Work request: Report how many lines in the records carry the string "nearest", and give no further text.
:::::
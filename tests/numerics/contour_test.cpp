#include <gtest/gtest.h>
#include <annulet/core/diagnostics.hpp>
#include <annulet/numerics/contour.hpp>
#include <annulet/numerics/roots.hpp>

#include <Eigen/Eigenvalues>
#include <cmath>
#include <numbers>
#include <random>

namespace annulet {
namespace {

using Complex = std::complex<double>;
using Eigen::MatrixXcd;
using Eigen::MatrixXd;

MatrixXcd random_matrix(int n, unsigned seed) {
    std::mt19937 engine(seed);
    std::normal_distribution<double> normal;
    MatrixXcd a(n, n);
    for (Eigen::Index c = 0; c < n; ++c)
        for (Eigen::Index r = 0; r < n; ++r) a(r, c) = Complex(normal(engine), normal(engine));
    return a;
}

// (s^2 I + s C + K) by its companion matrix, an independent linear eigenvalue problem.
TEST(Contour, QuadraticPolynomialAgainstCompanionMatrix) {
    const int n = 12;
    const MatrixXcd c = random_matrix(n, 11);
    const MatrixXcd k = random_matrix(n, 12);
    const auto t = [&](Complex s) -> MatrixXcd { return s * s * MatrixXcd::Identity(n, n) + s * c + k; };
    MatrixXcd companion = MatrixXcd::Zero(2 * n, 2 * n);
    companion.topRightCorner(n, n).setIdentity();
    companion.bottomLeftCorner(n, n) = -k;
    companion.bottomRightCorner(n, n) = -c;
    const Eigen::VectorXcd all = companion.eigenvalues();
    const EllipseContour contour{{0.2, 0.1}, 2.0, 1.2};
    const auto found = contour_eigenvalues(t, n, contour);
    std::size_t inside = 0;
    for (Eigen::Index i = 0; i < all.size(); ++i) {
        if (!contour.contains(all(i))) continue;
        ++inside;
        double nearest = 1;
        for (const Eigenpair& pair : found) nearest = std::min(nearest, std::abs(pair.value - all(i)));
        EXPECT_LT(nearest, 1e-11) << all(i);
    }
    EXPECT_GT(inside, 3u);
    EXPECT_EQ(found.size(), inside);
    for (const Eigenpair& pair : found) EXPECT_LT((t(pair.value) * pair.vector).norm(), 1e-11);
}

// Delay equation x'(t) = -a x(t - 1): s + a e^-s = 0, so s = W_k(-a), the branches of Lambert's function (Corless,
// Gonnet, Hare, Jeffrey, Knuth, Adv. Comput. Math. 5, 1996). A 1 x 1 problem with many eigenvalues needs more moments.
TEST(Contour, ScalarDelayEquationNeedsHigherMoments) {
    const double a = 2;
    const auto t = [a](Complex s) -> MatrixXcd { return MatrixXcd::Constant(1, 1, s + a * std::exp(-s)); };
    const EllipseContour contour{{-1, 0}, 3.0, 16.0};
    const auto found = contour_eigenvalues(t, 1, contour, {.nodes = 200});
    ASSERT_EQ(found.size(), 6u);
    for (std::size_t i = 0; i < 6; ++i) {
        const Complex s = found[i].value;
        EXPECT_LT(std::abs(s * std::exp(s) + a), 1e-11 * std::abs(std::exp(s)) * 20);
        EXPECT_LT(std::abs(s - std::conj(found[5 - i].value)), 1e-11);
    }
    const Complex first = newton_root([a](Complex s) { return s + a * std::exp(-s); },
                                      [a](Complex s) { return 1.0 - a * std::exp(-s); }, {0.2, 1.7});
    EXPECT_LT(std::abs(found[3].value - first), 1e-12);
}

// Delay system with matrices that commute: the eigenvalues are those of scalar equations s + b_i + c_i e^-s.
TEST(Contour, MatrixDelaySystem) {
    const int n = 5;
    const MatrixXcd basis = random_matrix(n, 21);
    Eigen::VectorXcd b(n), c(n);
    for (int i = 0; i < n; ++i) b(i) = 0.3 * i, c(i) = 1.0 + 0.5 * i;
    const MatrixXcd inverse = basis.inverse();
    const MatrixXcd matrix_b = basis * b.asDiagonal() * inverse;
    const MatrixXcd matrix_c = basis * c.asDiagonal() * inverse;
    const auto t = [&](Complex s) -> MatrixXcd {
        return s * MatrixXcd::Identity(n, n) + matrix_b + std::exp(-s) * matrix_c;
    };
    const auto found = contour_eigenvalues(t, n, {{-0.5, 2}, 1.5, 1.8});
    ASSERT_GE(found.size(), 4u);
    for (const Eigenpair& pair : found) {
        double smallest = 1;
        for (int i = 0; i < n; ++i)
            smallest = std::min(smallest, std::abs(pair.value + b(i) + c(i) * std::exp(-pair.value)));
        EXPECT_LT(smallest, 1e-11);
    }
}

TEST(Contour, ClosePairIsResolved) {
    for (const double distance : {1e-2, 1e-4, 1e-6}) {
        Eigen::VectorXcd diagonal(4);
        diagonal << Complex(0.3, 0.2), Complex(0.3 + distance, 0.2), Complex(-0.4, 0.1), Complex(3, 0);
        const MatrixXcd basis = random_matrix(4, 31);
        const MatrixXcd a = basis * diagonal.asDiagonal() * basis.inverse();
        const auto t = [&](Complex s) -> MatrixXcd { return (s * MatrixXcd::Identity(4, 4) - a) * std::exp(s); };
        const auto found = contour_eigenvalues(t, 4, {0, 1, 1});
        ASSERT_EQ(found.size(), 3u) << distance;
        double spread = 0;
        for (const Eigenpair& pair : found) {
            const double nearest = (diagonal.array() - pair.value).abs().minCoeff();
            EXPECT_LT(nearest, 1e-12) << distance;
            spread =
                std::max(spread, std::abs(pair.value - diagonal(0)) < 0.1 ? std::abs(pair.value - diagonal(0)) : 0);
        }
        EXPECT_NEAR(spread, distance, 1e-11);
    }
}

TEST(Contour, DoubleEigenvalueComesWithTwoVectors) {
    Eigen::VectorXcd diagonal(3);
    diagonal << 0.5, 0.5, -0.5;
    const MatrixXcd basis = random_matrix(3, 41);
    const MatrixXcd a = basis * diagonal.asDiagonal() * basis.inverse();
    const auto t = [&](Complex s) -> MatrixXcd { return s * MatrixXcd::Identity(3, 3) - a; };
    const auto found = contour_eigenvalues(t, 3, {0, 1, 1}, {.newton_steps = 0});
    ASSERT_EQ(found.size(), 3u);
    for (const Eigenpair& pair : found) EXPECT_LT((diagonal.array() - pair.value).abs().minCoeff(), 1e-12);
}

// At +s0 and -s0 the residues cancel and the vectors coincide: the lowest moment vanishes.
TEST(Contour, PairThatSharesAVectorIsFound) {
    const MatrixXcd basis = random_matrix(6, 51);
    Eigen::VectorXcd squares = Eigen::VectorXcd::Constant(6, 9.0);
    squares(2) = Complex(0.2, 0.3);
    const MatrixXcd a = basis * squares.asDiagonal() * basis.inverse();
    const auto t = [&](Complex s) -> MatrixXcd { return s * s * MatrixXcd::Identity(6, 6) - a; };
    const auto found = contour_eigenvalues(t, 6, {0, 1, 1});
    ASSERT_EQ(found.size(), 2u);
    EXPECT_LT(std::abs(found[0].value + found[1].value), 1e-13);
    EXPECT_LT(std::abs(found[1].value - std::sqrt(squares(2))), 1e-13);
}

TEST(Contour, NothingInside) {
    const auto t = [](Complex s) -> MatrixXcd { return (s - 5.0) * MatrixXcd::Identity(3, 3); };
    EXPECT_TRUE(contour_eigenvalues(t, 3, {0, 1, 1}).empty());
}

TEST(Contour, MoreThanTheMomentsResolveThrows) {
    const auto t = [](Complex s) -> MatrixXcd { return MatrixXcd::Constant(1, 1, std::sin(20.0 * s)); };
    EXPECT_THROW(contour_eigenvalues(t, 1, {0, 1, 1}, {.most_moments = 4}), NumericalError);
}

// The trapezoidal rule converges geometrically, here as (radius / |s|)^nodes of the nearest eigenvalue outside a circle
// ([Beyn2012], theorem 4.7).
TEST(Contour, ErrorFallsGeometricallyWithNodes) {
    const auto t = [](Complex s) -> MatrixXcd {
        MatrixXcd m = MatrixXcd::Zero(2, 2);
        m(0, 0) = (s - 0.5) * (s - 1.5);
        m(1, 1) = 4.0 - s;
        return m;
    };
    const auto error = [&](int nodes) {
        const auto found = contour_eigenvalues(
            t, 2, {0, 1, 1}, {.nodes = nodes, .rank_tolerance = 0.05, .residual_tolerance = 1, .newton_steps = 0});
        return found.empty() ? 1.0 : std::abs(found.front().value - 0.5);
    };
    EXPECT_NEAR(std::log(error(20) / error(60)) / 40, std::log(1.5), 0.01);
}

}  // namespace
}  // namespace annulet
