#include <annulet/numerics/local_rational.hpp>

#include <gtest/gtest.h>

#include <cmath>

namespace annulet {
namespace {

using Complex = std::complex<double>;

LocalRational sampled(int points, double from, double to, Complex (*curve)(double)) {
    std::vector<double> x;
    std::vector<Complex> y;
    for (int i = 0; i < points; ++i) {
        x.push_back(from + (to - from) * i / (points - 1));
        y.push_back(curve(x.back()));
    }
    return {x, y};
}

Complex resonator(double x) {
    return 1.0 / (Complex(0, 1) * (x - 1 / x) * 30.0 + 1.0);
}
Complex resonator_slope(double x) {
    const Complex value = resonator(x);
    return -value * value * Complex(0, 30) * (1 + 1 / (x * x));
}
Complex smooth(double x) {
    return std::exp(Complex(0, 3 * x));
}

// A rational curve of type (1, 2) lies in the space of the interpolant: the identity needs no source.
TEST(LocalRational, IsExactForOneResonatorHoweverCoarseTheGrid) {
    const auto curve = sampled(9, 0.6, 1.4, resonator);
    for (double x = 0.6; x <= 1.4; x += 0.0137) {
        EXPECT_LT(std::abs(curve.value(x) - resonator(x)), 1e-10) << x;
        EXPECT_LT(std::abs(curve.derivative(x) - resonator_slope(x)), 1e-7) << x;
    }
}

TEST(LocalRational, KeepsValuesAndDerivativesAtTheGridPoints) {
    const auto curve = sampled(9, 0.6, 1.4, resonator);
    for (std::size_t i = 0; i < curve.x().size(); ++i) {
        EXPECT_EQ(curve.value(curve.x()[i]), curve.y()[i]);
        EXPECT_LT(std::abs(curve.derivative(curve.x()[i]) - resonator_slope(curve.x()[i])), 1e-7);
    }
}

TEST(LocalRational, ErrorOfASmoothCurveFallsAtOrderSevenOrMore) {
    const auto error = [](int points) {
        const auto curve = sampled(points, 0, 4, smooth);
        double worst = 0;
        for (double x = 1; x < 3; x += 0.01) worst = std::max(worst, std::abs(curve.value(x) - smooth(x)));
        return worst;
    };
    const double coarse = error(17), fine = error(33);
    EXPECT_LT(coarse, 1e-3);
    EXPECT_GT(std::log2(coarse / fine), 6.5);
}

TEST(LocalRational, FewPointsStillInterpolate) {
    EXPECT_EQ(LocalRational({1.0}, {Complex(2, 3)}).value(7), Complex(2, 3));
    const LocalRational line({1.0, 3.0}, {Complex(1, 0), Complex(3, 2)});
    EXPECT_LT(std::abs(line.value(2) - Complex(2, 1)), 1e-14);
    const LocalRational three({1.0, 2.0, 3.0}, {Complex(1), Complex(4), Complex(9)});
    EXPECT_LT(std::abs(three.value(2) - 4.0), 1e-14);
}

TEST(LocalRational, ConstantAndStraightDataStaySo) {
    const auto constant = sampled(20, 1, 2, [](double) { return Complex(0.3, -0.2); });
    const auto straight = sampled(20, 1, 2, [](double x) { return Complex(x, 2 * x); });
    for (double x = 1; x < 2; x += 0.013) {
        EXPECT_LT(std::abs(constant.value(x) - Complex(0.3, -0.2)), 1e-13);
        EXPECT_LT(std::abs(straight.value(x) - Complex(x, 2 * x)), 1e-12);
    }
}

}  // namespace
}  // namespace annulet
:::::
Solution to the exercise: 6